The default usage requires no additional user input and is based on
the identity (`id`) preconditioning matrix and standardised sample.
Alternatively, the user can choose to specify which heuristic to use
for computing the preconditioning matrix by setting the option string
to either `id`, `med`,  `sclmed`, or `smpcov`. Standardisation can be
disabled by setting `stnd=False`. For example, the default setting
corresponds to:
```python
idx = thin(smpl, grad, 40, stnd=True, pre='id')
```
The details for each of the heuristics are documented in Section 2.3 of
the accompanying paper.

# PyStan Example
As an illustration of how Stein Thinning can be used to post-process
output from [Stan](https://mc-stan.org/users/interfaces/pystan), consider
the following simple Stan script that produces correlated samples from a
bivariate Gaussian model:
```python
from pystan import StanModel
mc = """
parameters {vector[2] x;}
model {x ~ multi_normal([0, 0], [[1, 0.8], [0.8, 1]]);}
"""
sm = stan.build(mc, random_seed=12345)
fit = sm.sample(num_samples=1000)
```
The bivariate Gaussian model is used for illustration, but regardless of
the complexity of the model being sampled the output of Stan will always
be a `fit` object (StanFit instance).

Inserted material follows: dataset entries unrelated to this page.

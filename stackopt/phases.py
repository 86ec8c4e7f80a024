"""The phases of a search on one problem: explore, prove, confirm, and again until every stack is confirmed.

A round works on a grid of frequencies and a quadrature. Confirming judges the front on a grid ten times denser with a
finer quadrature; where a stack fails, its worst frequency joins the grid of the next round (or, if it is in the grid
already, the quadrature is refined). Fewer frequencies only relax the problem, so a proved front whose stacks all pass
is the complete front of the dense grid too.
"""

from __future__ import annotations

import time
from collections.abc import Callable, Mapping
from dataclasses import dataclass, replace
from typing import Any

import numpy as np
from numpy.typing import NDArray

from stackopt import demands, evaluate
from stackopt.archive import Archive
from stackopt.compiled import COST_UNIT, MARGIN_SLACK_DB, MASS_UNIT, THICKNESS_UNIT, CompiledProblem, compile_problem
from stackopt.explain import explain
from stackopt.explore import Explorer
from stackopt.front import Front, FrontRow
from stackopt.model import with_bonds
from stackopt.problem import Problem, Stack
from stackopt.proof import Collector, Prover, Tally, count_stacks, why_not_provable
from stackopt.scout import scout
from stackopt.status import Status, Watcher
from stackopt.stock import Stock

Integers = NDArray[np.int64]

SEARCH_ERROR_DB = 2e-3
"""Quadrature error of the first round, dB."""
DENSITY = 10
"""The confirmation's points for every point of the search grid."""
MAX_ROUNDS = 60


@dataclass(frozen=True)
class _Confirmed:
    """Stacks judged on the dense grid: the front's row of each, its sums, its margin, and where that is tightest."""

    rows: Integers
    stacks: list[Stack]
    totals: Integers
    margin_db: NDArray[np.float64]
    decisive_db: NDArray[np.float64]
    extra: list[dict[str, float | str]]
    frequency_hz: NDArray[np.float64]
    requirement: Integers
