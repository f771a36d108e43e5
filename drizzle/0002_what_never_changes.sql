-- What must never change, refused to everyone, the owner of the tables included.
create function app.refuse_change() returns trigger language plpgsql set search_path = ''
  as $$
    begin
      raise exception '% is append-only: % refused', tg_table_name, tg_op using errcode = 'restrict_violation';
    end
  $$;

create trigger revisions_are_immutable before update or delete on revisions for each row execute function app.refuse_change();
create trigger revisions_are_not_truncated before truncate on revisions for each statement execute function app.refuse_change();
create trigger audit_is_append_only before update or delete on audit for each row execute function app.refuse_change();
create trigger audit_is_not_truncated before truncate on audit for each statement execute function app.refuse_change();

-- The newest revision of a scenario exists at the end of every transaction (checked then: each row names the other).
alter table scenarios add constraint scenarios_newest_exists
  foreign key (id, newest_number) references revisions (scenario_id, number) on delete no action deferrable initially deferred;
alter table scenarios add constraint scenarios_approved_exists
  foreign key (id, approved_number) references revisions (scenario_id, number) on delete no action deferrable initially deferred;

-- What column rights cannot say: revisions are counted one by one; only a draft comes of an edit (approving is another deed);
-- archiving is for admins, leads and the owner. Bound to people: migrations and the seed act for nobody.
create function app.guard_scenario_change() returns trigger language plpgsql set search_path = ''
  as $$
    begin
      if app.user_id() is null then
        return new;
      end if;
      if new.newest_number not in (old.newest_number, old.newest_number + 1) then
        raise exception 'revisions are counted one by one' using errcode = 'check_violation';
      end if;
      if new.state is distinct from old.state and new.state <> 'draft' then
        raise exception 'an edit leaves a draft' using errcode = 'insufficient_privilege';
      end if;
      if (new.archived_at is null) <> (old.archived_at is null) and old.owner_id <> app.user_id() and app.role_here() not in ('admin', 'lead') then
        raise exception 'archiving is for admins, leads and the owner' using errcode = 'insufficient_privilege';
      end if;
      return new;
    end
  $$;
create trigger scenarios_change_within_role before update on scenarios for each row execute function app.guard_scenario_change();

-- A withdrawn link stays withdrawn, and a link keeps what it names.
create function app.guard_link_change() returns trigger language plpgsql set search_path = ''
  as $$
    begin
      if old.revoked_at is not null and new.revoked_at is distinct from old.revoked_at then
        raise exception 'a revoked link stays revoked' using errcode = 'restrict_violation';
      end if;
      if (new.scenario_id, new.workspace_id, new.token_hash, new.maker_id) is distinct from (old.scenario_id, old.workspace_id, old.token_hash, old.maker_id)
        or new.revision_number is distinct from old.revision_number then
        raise exception 'a link keeps what it names' using errcode = 'restrict_violation';
      end if;
      return new;
    end
  $$;
create trigger share_links_keep_what_they_name before update on share_links for each row execute function app.guard_link_change();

The sampled points and the
log-posterior gradients can be extracted from the returned `fit` object:
```python
import numpy as np
sample = fit['x'].T
gradient = np.apply_along_axis(lambda x: sm.grad_log_prob(x.tolist()), 1, sample)
idx = thin(sample, gradient, 40)
```
The selected points can then be plotted:
```python
plt.figure()
plt.scatter(sample[:, 0], sample[:, 1], color='lightgray')
plt.scatter(sample[idx, 0], sample[idx, 1], color='red')
plt.show()
```
![Stein Thinning Demo Results](stein_thinning/pystan/demo.png?raw=true)

The above example can be found in `pystan/demo.py`.